* [What the exercise asks]
The lines from the top of the data down to the line with "export interface ListedRecord" should be repeated exactly, both ends included.

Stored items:
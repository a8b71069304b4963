import { and, asc, eq, gte, inArray, like, lt, or, type SQL, sql } from "drizzle-orm";
import type { Database } from "../client";
import { teams } from "../schema/organisation";
import { recordMaterials, records } from "../schema/records";
import type { Page } from "./usage-sums";

/** A record without its request and result: what lists show. */
export interface ListedRecord {
  readonly id: string;
  readonly teamId: string;
  readonly teamName: string;
  readonly operation: string;
  readonly label: string;
  readonly shape: string | null;
  readonly createdAt: number;
  readonly byName: string;
  readonly engine: string;
  /** Text of the resistance, where the result has one. */
  readonly resistance: string | null;
}

interface RecordListFilter extends Page {
  readonly teamIds: readonly string[];
  /** Part of the label, the id or the name of who stored it. */
  readonly search: string;
  readonly operation?: string;
  readonly shape?: string;
  readonly materialId?: string;
  /** Unix ms, the end not included. */
  readonly from?: number;
  readonly to?: number;
}

const ORDERS: Readonly<Record<string, SQL>> = {
  label: sql`${records.label} collate nocase`,
  operation: sql`${records.operation}`,
  shape: sql`coalesce(${records.shape}, '')`,
  team: sql`${teams.slug}`,
  createdAt: sql`${records.createdAt}`,
  by: sql`${records.byName} collate nocase`,
};

/** Records of some teams, a page of them. */
export function pageOfRecords(
  db: Database,
  filter: RecordListFilter,
): { rows: ListedRecord[]; total: number } {
  const { teamIds, search, operation, shape, materialId, from, to, order, limit, offset } = filter;
  const pattern = `%${search.replace(/[\\%_]/g, "\\$&")}%`;
  const where = and(
    inArray(records.teamId, [...teamIds]),
    operation === undefined ? undefined : eq(records.operation, operation),
    shape === undefined ? undefined : eq(records.shape, shape),
    from === undefined ? undefined : gte(records.createdAt, from),
    to === undefined ? undefined : lt(records.createdAt, to),
    materialId === undefined
      ? undefined
      : sql`${records.id} in (select ${recordMaterials.recordId} from ${recordMaterials} where ${recordMaterials.materialId} = ${materialId})`,
    search === ""
      ? undefined
      : or(
          sql`${like(records.label, pattern)} escape '\\'`,
          sql`${like(records.byName, pattern)} escape '\\'`,
          eq(records.id, search),
        ),
  );
  // Requests and results are long: they are read only of the rows shown.
  const page = db
    .select({ id: records.id, total: sql<number>`count(*) over ()`.as("total") })
    .from(records)
    .innerJoin(teams, eq(teams.id, records.teamId))
    .where(where)
    .orderBy(
      sql`${ORDERS[order.by] ?? ORDERS.createdAt} ${sql.raw(order.descending ? "desc" : "asc")}`,
      asc(records.id),
    )
    .limit(limit)
    .offset(offset)
    .all();
  if (page.length === 0) {
    // A page past the end has no row to tell the total.
    const total = offset > 0 ? pageOfRecords(db, { ...filter, limit: 1, offset: 0 }).total : 0;
    return { rows: [], total };
  }
  const rows = db
    .select({
      id: records.id,
      teamId: records.teamId,
      teamName: teams.name,
      operation: records.operation,
      label: records.label,
      shape: records.shape,
      createdAt: records.createdAt,
      byName: records.byName,
      engine: records.engine,
      resistance: sql<string | null>`json_extract(${records.result}, '$.resistance.text')`,
    })
    .from(records)
    .innerJoin(teams, eq(teams.id, records.teamId))
    .where(
      inArray(
        records.id,
        page.map(({ id }) => id),
      ),
    )
    .all();
  const byId = new Map(rows.map((row) => [row.id, row]));
  return {
    rows: page.map(({ id }) => byId.get(id)).filter((row) => row !== undefined),
    total: page[0].total,
  };
}

/** In how many records of some teams each of their materials stands, by material and version. */
export function usesOfMaterial(
  db: Database,
  materialId: string,
  teamIds: readonly string[],
): { version: number; records: number }[] {
  return db
    .select({ version: recordMaterials.version, records: sql<number>`count(*)` })
    .from(recordMaterials)
    .where(and(eq(recordMaterials.materialId, materialId), inArray(recordMaterials.teamId, [...teamIds])))
    .groupBy(recordMaterials.version)
    .orderBy(asc(recordMaterials.version))
    .all();
}
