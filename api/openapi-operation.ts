import type { RouteConfig } from "@asteasolutions/zod-to-openapi";
import { z } from "zod";
import { Refusal, type RefusalCode } from "@/lib/service/refusal";
import type { AnsweredExample } from "./examples/collect";
import { responseHeaders } from "./openapi-headers";
import type { Operation } from "./operation";
import { problemCodes } from "./problem-codes";
import { PROBLEMS } from "./problem";
import { problemAnswer } from "./respond";
import { problemSchema } from "./schemas/problem";

type Responses = RouteConfig["responses"];
type Named = Record<string, { summary: string; value: unknown }>;

/** An operation as the document tells it. */
export function documentedOperation(
  operation: Operation,
  examples: readonly AnsweredExample[],
  origin: string,
): RouteConfig {
  const { scope } = operation;
  const needs =
    scope === "none" ? "Needs no key." : scope === "any" ? "Needs a key." : `Needs the scope \`${scope}\`.`;
  const anyKey: Record<string, string[]>[] = [{ key: [] }, { keyInUrl: [] }];
  return {
    operationId: operation.id,
    method: lower(operation.method),
    path: operation.path,
    tags: [operation.tag],
    summary: operation.summary,
    description: `${operation.description} ${needs}`,
    security: scope === "none" ? [{}, ...anyKey] : anyKey,
    request: {
      ...(operation.request.path ? { params: operation.request.path } : {}),
      ...queryOf(operation),
      ...headersOf(operation),
      ...bodyOf(operation, examples),
    },
    responses: { ...successes(operation, examples), ...problems(operation, examples, origin) },
  };
}

function lower(method: Operation["method"]): "get" | "post" | "patch" | "delete" {
  return method === "GET" ? "get" : method === "POST" ? "post" : method === "PATCH" ? "patch" : "delete";
}

function queryOf(operation: Operation): { query?: z.ZodObject } {
  const { query } = operation.request;
  const formats = operation.produces.map((type) => (type === "text/plain" ? "text" : type.split("/")[1]));
  if (formats.length < 2) return query ? { query } : {};
  const format = z
    .enum(formats)
    .optional()
    .meta({ description: "Form of the answer; goes before the Accept header." });
  return { query: z.object({ ...query?.shape, format }) };
}

function headersOf(operation: Operation): { headers?: z.ZodObject } {
  const shape: Record<string, z.ZodType> = {};
  if (operation.mayStore) {
    shape["Idempotency-Key"] = z.string().max(255).optional().meta({
      description: "A text of the caller's choice; a repeat with it within a day gets the same answer.",
    });
  }
  if (operation.responses[202]) {
    shape.Prefer = z.string().max(255).optional().meta({
      description: "`wait=N` waits up to N seconds (at most 30) for the end (RFC 7240).",
      example: "wait=30",
    });
  }
  if (operation.errors.includes("precondition-required") || operation.errors.includes("version-conflict")) {
    const required = operation.errors.includes("precondition-required");
    const schema = z
      .string()
      .meta({ description: "The version that the change was made from, as the ETag gave it." });
    shape["If-Match"] = required ? schema : schema.optional();
  }
  return Object.keys(shape).length > 0 ? { headers: z.object(shape) } : {};
}

function bodyOf(
  operation: Operation,
  examples: readonly AnsweredExample[],
): Partial<NonNullable<RouteConfig["request"]>> {
  const { body } = operation.request;
  if (!body) return {};
  const of = (mediaType: string): Named =>
    Object.fromEntries(
      examples
        .filter(
          (example) => example.body !== undefined && (example.mediaType ?? "application/json") === mediaType,
        )
        .map(({ name, summary, body: value }) => [name, { summary, value }]),
    );
  const others = Object.entries(body.others ?? {}).map(([mediaType, { documented }]) => [
    mediaType,
    { schema: documented, examples: of(mediaType) },
  ]);
  return {
    body: {
      description: body.description,
      required: body.optional !== true,
      content: {
        "application/json": { schema: body.documented?.() ?? body.schema, examples: of("application/json") },
        ...Object.fromEntries(others),
      },
    },
  };
}

function answersOf(examples: readonly AnsweredExample[], status: number, mediaType: string): Named {
  return Object.fromEntries(
    examples
      .filter(({ answer }) => answer.status === status && answer.mediaType === mediaType)
      .map(({ name, summary, answer }) => [name, { summary, value: answer.body }]),
  );
}

function successes(operation: Operation, examples: readonly AnsweredExample[]): Responses {
  return Object.fromEntries(
    Object.entries(operation.responses).map(([code, { description, content, headers }]) => {
      const status = Number(code);
      const bodies = Object.entries(content ?? {}).map(([mediaType, schema]) => [
        mediaType,
        { schema, examples: answersOf(examples, status, mediaType) },
      ]);
      return [
        code,
        {
          description,
          headers: responseHeaders(status, headers),
          ...(bodies.length > 0 ? { content: Object.fromEntries(bodies) } : {}),
        },
      ];
    }),
  );
}

/** Every problem the operation may answer with, by status, each code with an example. */
function problems(operation: Operation, examples: readonly AnsweredExample[], origin: string): Responses {
  const byStatus = new Map<number, RefusalCode[]>();
  for (const code of problemCodes(operation)) {
    const { status } = PROBLEMS[code];
    byStatus.set(status, [...(byStatus.get(status) ?? []), code]);
  }
  const entries = [...byStatus].map(([status, codes]) => {
    const real = answersOf(examples, status, "application/problem+json");
    const shown = new Set(Object.values(real).map(({ value }) => codeOf(value)));
    const rest = codes.filter((code) => !shown.has(code)).map((code) => [camel(code), sample(code, origin)]);
    const text = operation.produces.includes("text/plain")
      ? {
          "text/plain": {
            schema: z.string().meta({ description: "One line that begins with `error:`." }),
            examples: answersOf(examples, status, "text/plain"),
          },
        }
      : {};
    return [
      status,
      {
        description: codes.map((code) => `\`${code}\`: ${PROBLEMS[code].description}`).join("\n\n"),
        headers: responseHeaders(status),
        content: {
          "application/problem+json": {
            schema: problemSchema,
            examples: { ...real, ...Object.fromEntries(rest) },
          },
          ...text,
        },
      },
    ];
  });
  return Object.fromEntries(entries);
}

function codeOf(value: unknown): string | undefined {
  const type = typeof value === "object" && value !== null && "type" in value ? value.type : undefined;
  return typeof type === "string" ? type.split("/").pop() : undefined;
}

function camel(code: string): string {
  return code.replace(/-(.)/g, (_, letter: string) => letter.toUpperCase());
}

/** What a problem looks like that no example of the operation brings about. */
function sample(code: RefusalCode, origin: string): { summary: string; value: unknown } {
  const { title, description } = PROBLEMS[code];
  const { body } = problemAnswer(
    new Refusal(code, description),
    "req_5HkXb2mQ9tWz7LcV",
    origin,
    "application/json",
  );
  return { summary: title, value: JSON.parse(String(body)) };
}
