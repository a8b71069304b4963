import { and, asc, eq, gt, inArray, isNull, lte, or, sql } from "drizzle-orm";
import type { Database } from "../client";
import { rateLimits } from "../schema/journal";
import { keys } from "../schema/keys";
import { memberships, people, teams } from "../schema/organisation";

/** A key as a notice names it. */
export interface NoticedKey {
  readonly id: string;
  readonly name: string;
  readonly teamId: string;
  readonly team: string;
  readonly createdAt: number;
}

const noticed = {
  id: keys.id,
  name: keys.name,
  teamId: keys.teamId,
  team: teams.name,
  createdAt: keys.createdAt,
};

/** Keys that end or ended between two moments (Unix ms) and were not revoked. */
export function keysEnding(
  db: Database,
  after: number,
  until: number,
): (NoticedKey & { readonly expiresAt: number })[] {
  return db
    .select({ ...noticed, expiresAt: sql<number>`${keys.expiresAt}` })
    .from(keys)
    .innerJoin(teams, eq(teams.id, keys.teamId))
    .where(and(isNull(keys.revokedAt), gt(keys.expiresAt, after), lte(keys.expiresAt, until)))
    .all();
}

/** Keys in use that have used at least `share` of the month's quota (`2026-03`). */
export function keysNearQuota(
  db: Database,
  { month, share, now }: { readonly month: string; readonly share: number; readonly now: number },
): (NoticedKey & { readonly used: number; readonly quota: number })[] {
  return db
    .select({ ...noticed, used: rateLimits.points, quota: keys.monthQuota })
    .from(keys)
    .innerJoin(teams, eq(teams.id, keys.teamId))
    .innerJoin(rateLimits, eq(rateLimits.key, sql`'month:key:' || ${keys.id} || ':' || ${month}`))
    .where(
      and(
        isNull(keys.revokedAt),
        or(isNull(keys.expiresAt), gt(keys.expiresAt, now)),
        gt(keys.monthQuota, 0),
        sql`${rateLimits.points} >= ${share} * ${keys.monthQuota}`,
      ),
    )
    .all();
}

/** Who looks after a team's keys: its administrators and developers, or all administrators where it has none. */
export function keepersOfTeam(db: Database, teamId: string): { name: string; email: string }[] {
  const person = { name: people.name, email: people.email };
  const active = and(isNull(people.removedAt), sql`${people.passwordHash} is not null`);
  const own = db
    .select(person)
    .from(people)
    .innerJoin(memberships, and(eq(memberships.personId, people.id), eq(memberships.teamId, teamId)))
    .where(and(active, inArray(people.role, ["admin", "developer"])))
    .orderBy(asc(people.email))
    .all();
  if (own.length > 0) return own;
  return db
    .select(person)
    .from(people)
    .where(and(active, eq(people.role, "admin")))
    .orderBy(asc(people.email))
    .all();
}
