import { lt, sql } from "drizzle-orm";
import { type Database, prepared } from "../client";
import { rateLimits } from "../schema/journal";

/** Removes counters whose window ended before `at` (Unix ms). The counting itself is rate-limiter-flexible's. */
export function forgetExpired(db: Database, at: number): void {
  prepared(db, "rateLimits.forget", (db) =>
    db
      .delete(rateLimits)
      .where(lt(rateLimits.expire, sql.placeholder("at")))
      .prepare(),
  ).run({ at });
}
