import { z } from "zod";
import { confirmEmail } from "@/lib/auth/account";
import { signInAddressBucket, spendAttempt } from "@/lib/auth/sign-in";
import { authRoute } from "../../_server/auth-route";

/** Confirms a new e-mail address by the link that went there. */
export const POST = authRoute(z.strictObject({ link: z.string().max(100) }), async ({ link }, call) => {
  await spendAttempt(call.service, [signInAddressBucket(call.address)]);
  return { email: confirmEmail(call.service, link, call) };
});
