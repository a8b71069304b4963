import { cardDocument, type CardReason } from "@/lib/embeds/card";
import { embedState } from "@/lib/embeds/embed-view";
import { speechOf } from "@/lib/embeds/language";
import { previewedEmbed, publicEmbed, publishedEmbed, type ShownEmbed } from "@/lib/embeds/show-embed";
import { contentSecurityPolicy, documentHeaders } from "@/lib/http/security-headers";
import type { Service } from "@/lib/service/service";

/** What a frame's document needs before it is rendered. */
export interface FrameFacts {
  /** Whose pages may frame it. */
  readonly ancestors: readonly string[];
  readonly locale: string;
  readonly theme: "system" | "light" | "dark";
}

/** The widget's id in the address of a frame. */
export function framedEmbed(pathname: string): string | undefined {
  return /^\/embed\/([^/]{1,64})\/?$/.exec(pathname)?.[1];
}

/** Whether an address asks for a version that only its team sees; the page itself checks who asks. */
export function isPreview(url: URL): boolean {
  return url.searchParams.has("preview");
}

/** The theme of a frame: what the team fixed, else what the page around asks for, else the reader's device. */
export function frameTheme(chosen: "host" | "light" | "dark", asked: string | null): FrameFacts["theme"] {
  if (chosen !== "host") return chosen;
  return asked === "light" || asked === "dark" ? asked : "system";
}

/**
 * Before a frame is rendered: who may frame it, in which language and theme; or the card that stands in its place, 404
 * for what there is not and 410 for what was withdrawn. Undefined for every other address.
 */
export function embedGate(
  request: Request,
  service: Service,
  nonce: string,
  development: boolean,
): FrameFacts | Response | undefined {
  const url = new URL(request.url);
  const id = framedEmbed(url.pathname);
  if (id === undefined || id === "v1.js") return undefined;
  if (isPreview(url)) {
    const shown = previewedEmbed(service.db, id, versionIn(url));
    if (shown) return facts(request, url, shown, ["'self'"]);
  }
  const embed = publicEmbed(service.db, id);
  const shown = publishedEmbed(service.db, id);
  // Our own pages show widgets too: the examples, and the console beside them.
  if (embed && shown) return facts(request, url, shown, ["'self'", ...embed.origins]);

  const withdrawn = embed !== undefined && embedState(embed) === "withdrawn";
  const reason: CardReason = withdrawn ? "withdrawn" : "not-found";
  const { language } = speechOf(
    "reader",
    url.searchParams.get("lang") ?? undefined,
    request.headers.get("accept-language"),
  );
  const asked = frameTheme("host", url.searchParams.get("theme"));
  const theme = asked === "system" ? "host" : asked;
  const secure = service.config.origin.startsWith("https:");
  const frameAncestors = withdrawn && embed ? ["'self'", ...embed.origins] : ["*"];
  return new Response(cardDocument({ reason, embedId: id, language, theme, nonce }), {
    status: withdrawn ? 410 : 404,
    headers: {
      "Content-Type": "text/html; charset=utf-8",
      "Cache-Control": "no-store",
      "Content-Security-Policy": contentSecurityPolicy({ nonce, secure, development, frameAncestors }),
      ...Object.fromEntries(documentHeaders(secure).map(({ key, value }) => [key, value])),
    },
  });
}

/** The version that a preview names; the newest where it names none. */
export function versionIn(url: URL): number | undefined {
  const text = url.searchParams.get("version") ?? "";
  return /^[1-9]\d{0,6}$/.test(text) ? Number(text) : undefined;
}

function facts(
  request: Request,
  url: URL,
  { definition }: ShownEmbed,
  ancestors: readonly string[],
): FrameFacts {
  const page = url.searchParams.get("lang") ?? undefined;
  return {
    ancestors,
    locale: speechOf(definition.language, page, request.headers.get("accept-language")).locale,
    theme: frameTheme(definition.theme, url.searchParams.get("theme")),
  };
}
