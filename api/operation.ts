import type { z } from "zod";
import type { Access } from "@/lib/auth/access";
import type { Principal } from "@/lib/auth/principal";
import type { RefusalCode } from "@/lib/service/refusal";
import type { Service } from "@/lib/service/service";
import { type BodyReaders, parseBody, type ReceivedBody } from "./body";
import type { Example, ResponseSpec } from "./documentation";
import type { RouteTable } from "./route-table";
import { parseParameters, parsePathParameters } from "./parameters";

export type Method = "GET" | "POST" | "PATCH" | "DELETE";

/** What a handler knows beside its input. */
export interface CallContext {
  readonly service: Service;
  readonly principal: Principal;
  readonly requestId: string;
  /** Unix time of the call, ms. */
  readonly now: number;
  readonly url: URL;
  readonly headers: Headers;
  /** Media type agreed on for the answer. */
  readonly accepts: string;
  /** Everything that is served here, for what describes it. */
  readonly registry: RouteTable;
  /** Reserves more computations of the month, where only the stored thing tells what the call needs. */
  readonly reserve: (computations: number) => Promise<void>;
}

export type Content =
  | { readonly kind: "json"; readonly value: unknown }
  /** Ready text: a number for a spreadsheet, or JSON that was written before. */
  | { readonly kind: "text"; readonly text: string; readonly mediaType: string }
  | { readonly kind: "stream"; readonly stream: ReadableStream<Uint8Array>; readonly mediaType: string }
  | { readonly kind: "none" };

/** What a call is answered with. */
export interface Outcome {
  readonly status: number;
  readonly content: Content;
  readonly headers?: Readonly<Record<string, string>>;
  /** Shape computed, for the usage. */
  readonly shape?: string;
  /** Computations that count against the month; what was reserved beyond them is given back. */
  readonly computations?: number;
  /** Reserved computations that a job holds on to; it settles them at its end. */
  readonly held?: number;
  /** What is kept for a repeat with the same Idempotency-Key where it differs from the answer: no secrets. */
  readonly repeat?: unknown;
}

/**
 * What a call that changes something is answered with: `commit` makes the change and says the outcome. It runs once,
 * in the transaction that also keeps the answer for repeats and counts the call: all of it happens or nothing.
 * It is synchronous and may throw a Refusal.
 */
export interface Deferred {
  readonly commit: () => Outcome;
}

export type Handled = Outcome | Deferred;

/** A call whose input has been read and found in order. */
export interface Prepared {
  /** Computations reserved before the work. */
  readonly reserve: number;
  /** Whether it stores something, so that an Idempotency-Key counts. */
  readonly stores: boolean;
  readonly handle: (context: CallContext) => Handled | Promise<Handled>;
}

/** What arrived, before any schema looked at it. */
export interface RawInput {
  readonly path: Readonly<Record<string, string>>;
  readonly query: URLSearchParams;
  readonly body: ReceivedBody | undefined;
}

/** What an operation says about itself. */
export interface OperationFacts {
  readonly id: string;
  readonly method: Method;
  /** `/records/{id}`, below `/api/v1`. */
  readonly path: string;
  /** Group in the reference. */
  readonly tag: string;
  readonly summary: string;
  readonly description: string;
  readonly scope: Access;
  /** Whether a widget's frame may call it; its body then holds the values of open inputs only. */
  readonly widgets?: boolean;
  /** Media types it can answer with, the preferred one first; `format=` picks one by its last part. */
  readonly produces: readonly string[];
  /** By status; the problems of `errors` come on top. */
  readonly responses: Readonly<Record<number, ResponseSpec>>;
  readonly errors: readonly RefusalCode[];
  readonly examples: readonly Example[];
  /** Sent with answers of 200, for what rarely changes; others are never stored by caches. */
  readonly cacheControl?: string;
}

/** An operation as the registry keeps it: its input's types are known inside `prepare` only. */
export interface Operation extends OperationFacts {
  readonly request: {
    readonly path?: z.ZodObject;
    readonly query?: z.ZodObject;
    readonly body?: BodyReaders;
  };
  /** Whether it can cost computations of the month. */
  readonly computes: boolean;
  /** Whether it can store something, so that an Idempotency-Key counts. */
  readonly mayStore: boolean;
  readonly prepare: (input: RawInput) => Prepared;
}

interface Definition<
  Path extends z.ZodObject,
  Query extends z.ZodObject,
  Body extends z.ZodType,
> extends Omit<OperationFacts, "produces"> {
  readonly produces?: readonly string[];
  readonly request: {
    readonly path?: Path;
    readonly query?: Query;
    readonly body?: BodyReaders<Body>;
  };
  /** Computations to reserve; 0 where left out. */
  readonly reserve?: (input: Input<Path, Query, Body>) => number;
  readonly stores?: (input: Input<Path, Query, Body>) => boolean;
  readonly handler: (input: Input<Path, Query, Body>, context: CallContext) => Handled | Promise<Handled>;
}

export interface Input<Path extends z.ZodObject, Query extends z.ZodObject, Body extends z.ZodType> {
  readonly path: z.infer<Path>;
  readonly query: z.infer<Query>;
  readonly body: z.infer<Body>;
  /** The query as it came, for operations whose parameters depend on the path. */
  readonly rawQuery: URLSearchParams;
}

/** Declares an operation; the types of its schemas flow into its handler. */
export function defineOperation<
  Path extends z.ZodObject = z.ZodObject<Record<never, never>>,
  Query extends z.ZodObject = z.ZodObject<Record<never, never>>,
  Body extends z.ZodType = z.ZodUndefined,
>(definition: Definition<Path, Query, Body>): Operation {
  const { request, reserve, stores, handler, produces = ["application/json"], ...facts } = definition;
  return {
    ...facts,
    produces,
    request,
    computes: reserve !== undefined,
    mayStore: stores !== undefined,
    prepare: (raw) => {
      // Parsed by the very schemas whose inferred types are named here; one that is left out admits nothing.
      const input = {
        path: parsePathParameters(request.path, raw.path),
        query: parseParameters(request.query, raw.query),
        body: request.body ? parseBody(request.body, raw.body, raw.query) : undefined,
        rawQuery: raw.query,
      } as Input<Path, Query, Body>;
      return {
        reserve: reserve?.(input) ?? 0,
        stores: stores?.(input) ?? false,
        handle: (context) => handler(input, context),
      };
    },
  };
}

/** A JSON answer. */
export function json(
  status: number,
  value: unknown,
  more: Omit<Outcome, "status" | "content"> = {},
): Outcome {
  return { status, content: { kind: "json", value }, ...more };
}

* [Solution to the exercise]
repository a8b71069304b4963
import { and, asc, eq, gte, inArray, like, lt, or, type SQL, sql } from "drizzle-orm";
import type { Database } from "../client";
import { teams } from "../schema/organisation";
import { recordMaterials, records } from "../schema/records";
import type { Page } from "./usage-sums";

/** A record without its request and result: what lists show. */
export interface ListedRecord {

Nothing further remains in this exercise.